I noticed about 3 weeks ago that I had a tire showing signs of cracking. I would have thought that the UV product that I was using wasn't working had it been on all 4 tires but it was only one. I deliberated for a while on what to do and then I found this post. I made the phone call this morning and within 10 minutes Nanco had 5 new tires on their way to me. I have a local trip planned for this weekend but the Nanco tires will not be here before then. My salesperson is trying to get authorization from the service manager to swap my defective tires for Duro tires that are on another TT on their lot. Would I be better off cancelling my trip and waiting on the new Nanco's or should I let the dealer swap the Duros?


----------



## tdvffjohn

If they are willing to swap rims and all for the weekend(or even just tires to your rims) do it, why ruin a good weekend of camping.


----------



## TNOutbacker

Well our dealer called back earlier and said that they would swap rims and tires with another TT until our new Nancos came in. Great move by the dealer and it reinforces my loyalty to them. I may have to pay them a visit to check out the new Kargoroo 5er. The problem now is it is supposed to rain all weekend. Thanks ERNESTO







I love camping in the rain but I'm not sure how thrilled my 3 kids will be.


----------



## wolfwood

TNOutbacker said:


> Well our dealer called back earlier and said that they would swap rims and tires with another TT until our new Nancos came in. Great move by the dealer and it reinforces my loyalty to them. I may have to pay them a visit to check out the new Kargoroo 5er. The problem now is it is supposed to rain all weekend. Thanks ERNESTO
> 
> 
> 
> 
> 
> 
> 
> I love camping in the rain but I'm not sure how thrilled my 3 kids will be.


GOOD FOR YOU!!! GOOD FOR YOUR DEALER!!! We were in the same place....ready to go on our 1st trip in 2 wks when we 1st found the problem Keystone actually replaced our tires (not TireCo) but couldn't get them to us in time. The dealer was willing swap tires for us off the lot...but ended up actually gettong Keystone's authorization to go out & buy tires locally. Funny how SOME dealers know how to keep customers happy and others just don't give a da**. Glad to hear you've got the former! (btw, it rained on our trip too - but hey - we had good tires!







)


----------



## h2oman

Wierd. I just checked mine out and they were bad. I check the pressure before every trip and never noticed it before but mine are bad too. Got mine in March of "05 and never saw it. I called NANCO today (or whatever they are called now) and they are sending me 5 new tires. That is customer service. I'm stoked.

John


----------



## wolfwood

h2oman said:


> Wierd.
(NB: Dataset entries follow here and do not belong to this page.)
_ASSESSMENT_COLUMNS = ["person_id", "assessment_date", "affected_status", "symptoms", "competitive_athlete",
                       "pregnant", "hypertension", "notes", *repo.RISK_ANSWERS, *repo.OTHER_ANSWERS]  # fmt: skip


def _write_assessments(conn, checked, progress, ctx):
    compare = ["affected_status", "symptoms", "competitive_athlete", "pregnant", "hypertension", "notes",
               *repo.RISK_ANSWERS, *repo.OTHER_ANSWERS]  # fmt: skip
    new, already = _split(checked, repo.load_assessments(conn), compare)
    if len(new):
        ids = _ids(conn, Person)
        c = {name: _py(new[name]) for name in checked.layout.names}
        flags = [[bool(v) for v in c[k]] for k in ("competitive_athlete", "pregnant", "hypertension")]
        cols = [[ids[p] for p in c["person"]], c["assessment_date"], c["affected_status"], c["symptoms"], *flags,
                c["notes"], *(c[a] for a in (*repo.RISK_ANSWERS, *repo.OTHER_ANSWERS))]  # fmt: skip
        _bulk_insert(conn, "assessment", _ASSESSMENT_COLUMNS, list(zip(*cols)))
    progress(len(checked.rows))
    return len(new), already


CHUNK = 50_000  # measurement rows per executemany / COPY batch (progress is reported per batch)

_STUDY_COLUMNS = ["person_id", "study_date", "modality", "site", "height_cm", "weight_kg"]
_VALUE_COLUMNS = ["study_id", "measure_code", "value", "unit", "entered_value", "entered_unit"]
I just checked mine out and they were bad. I check the pressure before every trip and never noticed it before but mine are bad too. Got mine in March of "05 and never saw it. I called NANCO today (or whatever they are called now) and they are sending me 5 new tires. That is customer service. I'm stoked.
> 
> John


Well.... actually....its probably more like avoidance of a law suit. Either way, sounds like you were lucky that in time and with all your trips, you didn't have a major problem. Glad you're being taken care of!!!!

*....AND I STILL CAN'T BELIEVE THIS IS STILL A CURRENT TOPIC!!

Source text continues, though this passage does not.